Note that explanations can often be contradictory, which can
lead to structured debates as described in
another post. Edupedia would also benefit from the free tagging approach
described in
another post.
Market overview
There are several platforms that aggregate educational
content. The most notable one is
YouTube for Schools which gives access
to “hundreds of thousands of free educational videos … from well-known
organizations like Stanford, PBS and TED as well as from up-and-coming YouTube
partners with millions of views, like Khan Academy, Steve Spangler Science and
Numberphile.” Of course, You Tube for Schools remains extremely limited in
terms of the type of material (video lectures), its scope (only from partner
organizations), and the level of its organization (very basic hierarchy without
search).
Another interesting service,
Udemy, adopts a
Wikipedia-like approach by allowing anyone to submit educational materials. It
remains limited since it’s organized into courses (as opposed to explanations),
does not attempt to reference the wealth of educational materials already
available on the Web, and has weak search and navigation. Note that Udemy raised
millions in venture capital and has sold over 2 million $ worth of courses.
Another notable attempt at aggregating educational materials was made by
iSEEK Education, which is “a targeted search engine that compiles hundreds of thousands of authoritative resources from university, government, and established noncommercial providers.” iSEEK indexes not only video but also other types of materials. However, it remains very limited, its design is poor, and it seems to have stopped development.

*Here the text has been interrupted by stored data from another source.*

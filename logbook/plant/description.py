"""plant.toml -> a `Plant`, or every fault in it at once, each with its line."""

from __future__ import annotations

import hashlib
import re
import stat
import tomllib
from collections.abc import Iterable, Mapping
from pathlib import Path

from logbook.plant.catalogue import ReadingDefinition, catalogue
from logbook.plant.engines import read_engine
from logbook.plant.equipment import read_fuel, read_marks, read_meter, read_person, read_point, read_tank
from logbook.plant.fields import FILE_NAME, Fault, Faults, Table, shown
from logbook.plant.parts import reading_keys
from logbook.plant.records import Plant
from logbook.plant.syntax import syntax_fault
from logbook.plant.usual import plant_readings

LARGEST_BYTES = 500_000
SHIP_TYPES = (
    "bulk carrier", "gas carrier", "tanker", "container ship", "general cargo", "refrigerated cargo",
    "combination carrier", "LNG carrier", "ro-ro vehicle", "ro-ro cargo", "ro-ro passenger",
    "cruise passenger",
)  # fmt: skip
"""The words of the reference lines of carbon intensity; physics has their numbers."""
BAROMETER_AT = ("engine", "bridge, reduced to sea level")
SUCTION_AIR_AT = ("turbocharger suction", "engine room")
_OFFSET = re.compile(r"([+-])(\d{1,2}):?([0-5]\d)|([+-])(\d{1,2})")
# Points of this `per` are not read once a round for the whole plant.
_READ_ELSEWHERE: Mapping[str, str] = {
    "meter": "no meter here: each [[meter]] is read with the engines that it serves",
    "tank": "points read once for the whole plant; tanks are sounded by themselves",
    "lot": "points read once for the whole plant; the analysis of a fuel is entered with its lot",
    **dict.fromkeys(
        ("engine", "cylinder", "turbocharger", "cooler", "bearing", "generator"),
        "points read once for the whole plant; what is read at an engine stands in its own readings",
    ),
}


class PlantUnusable(Exception):
    """The plant folder has no plant.toml that can be used: a sentence, and every fault of the file."""

    def __init__(self, sentence: str, faults: tuple[Fault, ...] = ()) -> None:
        super().__init__("\n".join([sentence, *(fault.sentence() for fault in faults)]))
        self.sentence = sentence
        self.faults = faults


def read_plant(folder: Path) -> Plant:
    """The plant of a folder. Raises PlantUnusable with all faults."""
    path = folder / FILE_NAME
    plant, faults = parse_plant(_text_of(path, folder))
    if plant is None:
        count = f"{len(faults)} fault{'s' if len(faults) > 1 else ''}"
        raise PlantUnusable(f"{path} cannot be used: {count}.", faults)
    return plant


def _text_of(path: Path, folder: Path) -> str:
    try:
        status = path.stat()
        if not stat.S_ISREG(status.st_mode):
            raise PlantUnusable(f"{path} is no file. Make a plant folder with: logbook new FOLDER --kind ship")
        if status.st_size > LARGEST_BYTES:
            raise PlantUnusable(
                f"{path} has {status.st_size / 1000:.0f} kB; a plant.toml has {LARGEST_BYTES // 1000} kB at most. "
                "Is it the right file?"
            )
        # Some editors put a mark before the first letter; it says nothing.
        return path.read_text(encoding="utf-8-sig")
    except FileNotFoundError:
        raise PlantUnusable(f"There is no {path}. Make one with: logbook new {folder} --kind ship") from None
    except UnicodeDecodeError as error:
        line = error.object.count(b"\n", 0, error.start) + 1
        raise PlantUnusable(f"{path} is not UTF-8 text: look at line {line}, and save the file as UTF-8.") from error
    except OSError as error:
        raise PlantUnusable(f"{path} cannot be read: {error.strerror or error}.") from error


def parse_plant(text: str) -> tuple[Plant | None, tuple[Fault, ...]]:
    """The plant that the text describes, or None with every fault found, in the order of their lines."""
    try:
        content = tomllib.loads(text)
    except ValueError as error:
        return None, (syntax_fault(text, str(error)),)
    except RecursionError:
        return None, (Fault(1, FILE_NAME, "brackets within brackets without end", "a file as `logbook new` writes it"),)
    faults = Faults(text)
    plant = _plant(Table(content, (), faults), text)
    found = faults.in_order()
    return (None if found else plant), found


def _plant(top: Table, text: str) -> Plant:
    head = top.table("plant")
    if head is None:
        if not top.has("plant"):
            top.missing("plant", "the table [plant] with kind and name")
        head = Table({}, ("plant",), Faults(text))
    kind = head.word("kind", ("ship", "station"), "ship", required=True)
    own_points = [read_point(table) for table in top.tables("point")]
    points = dict(catalogue()) | {point.key: point for point in own_points}
    barometer_at = head.word("barometer_at", BAROMETER_AT, "engine")
    engines = tuple(read_engine(table, points) for table in top.tables("engine"))
    if not top.content.get("engine"):
        top.missing("engine", "at least one engine, under the line [[engine]]")
    ids = list(dict.fromkeys(engine.id for engine in engines if engine.id))
    meters = tuple(read_meter(table, ids) for table in top.tables("meter"))
    tanks = tuple(read_tank(table, ids) for table in top.tables("tank"))
    fuels = tuple(read_fuel(table) for table in top.tables("fuel"))
    people = tuple(read_person(table) for table in top.tables("person"))
    _unique(top, "engine", "id", (engine.id for engine in engines))
    _unique(top, "meter", "id", (meter.id for meter in meters))
    _unique(top, "tank", "id", (tank.id for tank in tanks))
    _unique(top, "fuel", "grade", (fuel.grade for fuel in fuels))
    _unique(top, "person", "id", (person.id for person in people))
    _unique(top, "person", "account", (person.account for person in people))
    _unique(top, "point", "key", (point.key for point in own_points))
    return Plant(
        kind=kind,
        name=head.text("name", required="the name of the ship or station"),
        engines=engines,
        meters=meters,
        tanks=tanks,
        fuels=fuels,
        people=people,
        marks=read_marks(top.table("marks")),
        points=points,
        plant_readings=reading_keys(head, points, _READ_ELSEWHERE) or _usual_readings(kind, own_points),
        utc_offset_min=_offset(head),
        altitude_m=head.number("altitude_m", 0.0, least=-400, greatest=5000, unit="m"),
        barometer_at=barometer_at,
        barometer_height_m=head.number(
            "barometer_height_m", 0.0, least=-50, greatest=300, unit="m", required=barometer_at != "engine"
        ),
        suction_air_at=head.word("suction_air_at", SUCTION_AIR_AT, "turbocharger suction"),
        hour=head.word("hour", ("ending", "beginning"), "ending"),
        hourly=head.flag("hourly", kind == "station"),
        currency=head.text("currency", "USD"),
        ship_type=head.word("ship_type", SHIP_TYPES),
        capacity_t=head.number("capacity_t", least=1, greatest=1e6, unit="t"),
        decimal_comma=head.flag("decimal_comma"),
        power_unit_hp=head.word("horsepower", ("metric", "mechanical")),
        text=text,
        digest=hashlib.sha256(text.encode("utf-8")).hexdigest(),
    )


def _usual_readings(kind: str, own_points: Iterable[ReadingDefinition]) -> tuple[str, ...]:
    return plant_readings(kind) + tuple(point.key for point in own_points if point.per in ("plant", "ship"))


def _offset(head: Table) -> int:
    """Ship or station time ahead of UTC [min]."""
    match = _OFFSET.fullmatch(head.text("utc_offset", "+00:00"))
    sign, hours, minutes = (match[1] or match[4], match[2] or match[5], match[3] or "0") if match else ("+", "99", "0")
    ahead = int(hours) * 60 + int(minutes)
    if ahead > 14 * 60:
        head.note("utc_offset", 'local time ahead of UTC, e.g. "+02:00", or "-03:30" behind it')
        return 0
    return -ahead if sign == "-" else ahead


def _unique(top: Table, what: str, key: str, values: Iterable[str]) -> None:
    """Every id, grade or account stands once; empty ones are faults of their own, or none."""
    seen: set[str] = set()
    for index, value in enumerate(values):
        if value and value in seen:
            found = f"{shown(value)} a second time"
            top.faults.note((what, index, key), found, f"another {key} for every {what}")
        seen.add(value)
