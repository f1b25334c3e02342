"""The plant.toml that a new plant folder begins with: it opens at once and explains itself."""

from __future__ import annotations

from importlib.resources import files

KINDS = ("ship", "station")


def template(kind: str) -> str:
    """The text of a new plant.toml for a `ship` or a `station`; ValueError for any other kind."""
    if kind not in KINDS:
        raise ValueError(f"'{kind}' is no kind of plant; there are {' and '.join(KINDS)}.")
    return files("logbook.plant").joinpath(f"template_{kind}.toml").read_text(encoding="utf-8")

It's certainly also important to mention Wikipedia's sister site
Wikiversity. This site's goal is to assemble educational materials Wikipedia style. However, this approach is unfortunately failing: 10 randomly chosen schools (out of 60) got the grade F for failing to meet Wikiversity's own standards. Firstly, the Media Wiki platform is not the right system for managing and displaying multimedia materials that permeate online learning. Secondly, the task at hand is much more complex than a simple encyclopedia, and without a business model it is difficult to have enough resources to manage this complexity and meaningfully coordinate the community's efforts. Nevertherless, the project shows that there is a willing community of contributors that managed to create hundreds of thousands of articles in multiple languages.
Finally, the
Open Educational Resource (OER) initiative is an important movement to provide standardized and open access to educational resources.
OER Commons catalogues over 40 thousand OERs. OERs are well-organized accoding to usage rights, media type, level, etc. Standards, however, are notoriously difficult to put in place. OER Commons exists since 2007 yet its collection is far inferior in quantity in comparison to the portals cited above. Lack of a business model (and hence, sufficient resources) does not help either.
Business model
Similarly to Udemy, Edupedia would reference not only free public content, but also content that requires a fee to access. Edupedia
would keep a percentage of the collected revenue and would also make money from
targeted advertisement (similarly to YouTube).
Go-to-market strategy
As suggested in the Solution section, the first step is to
create comprehensive, education-specific Google Custom Search Engines on several high-level topics (science, technology, etc), and
promote them in education communities. This is the Minimal Viable Product
which can later be substantially improved as outlined earlier.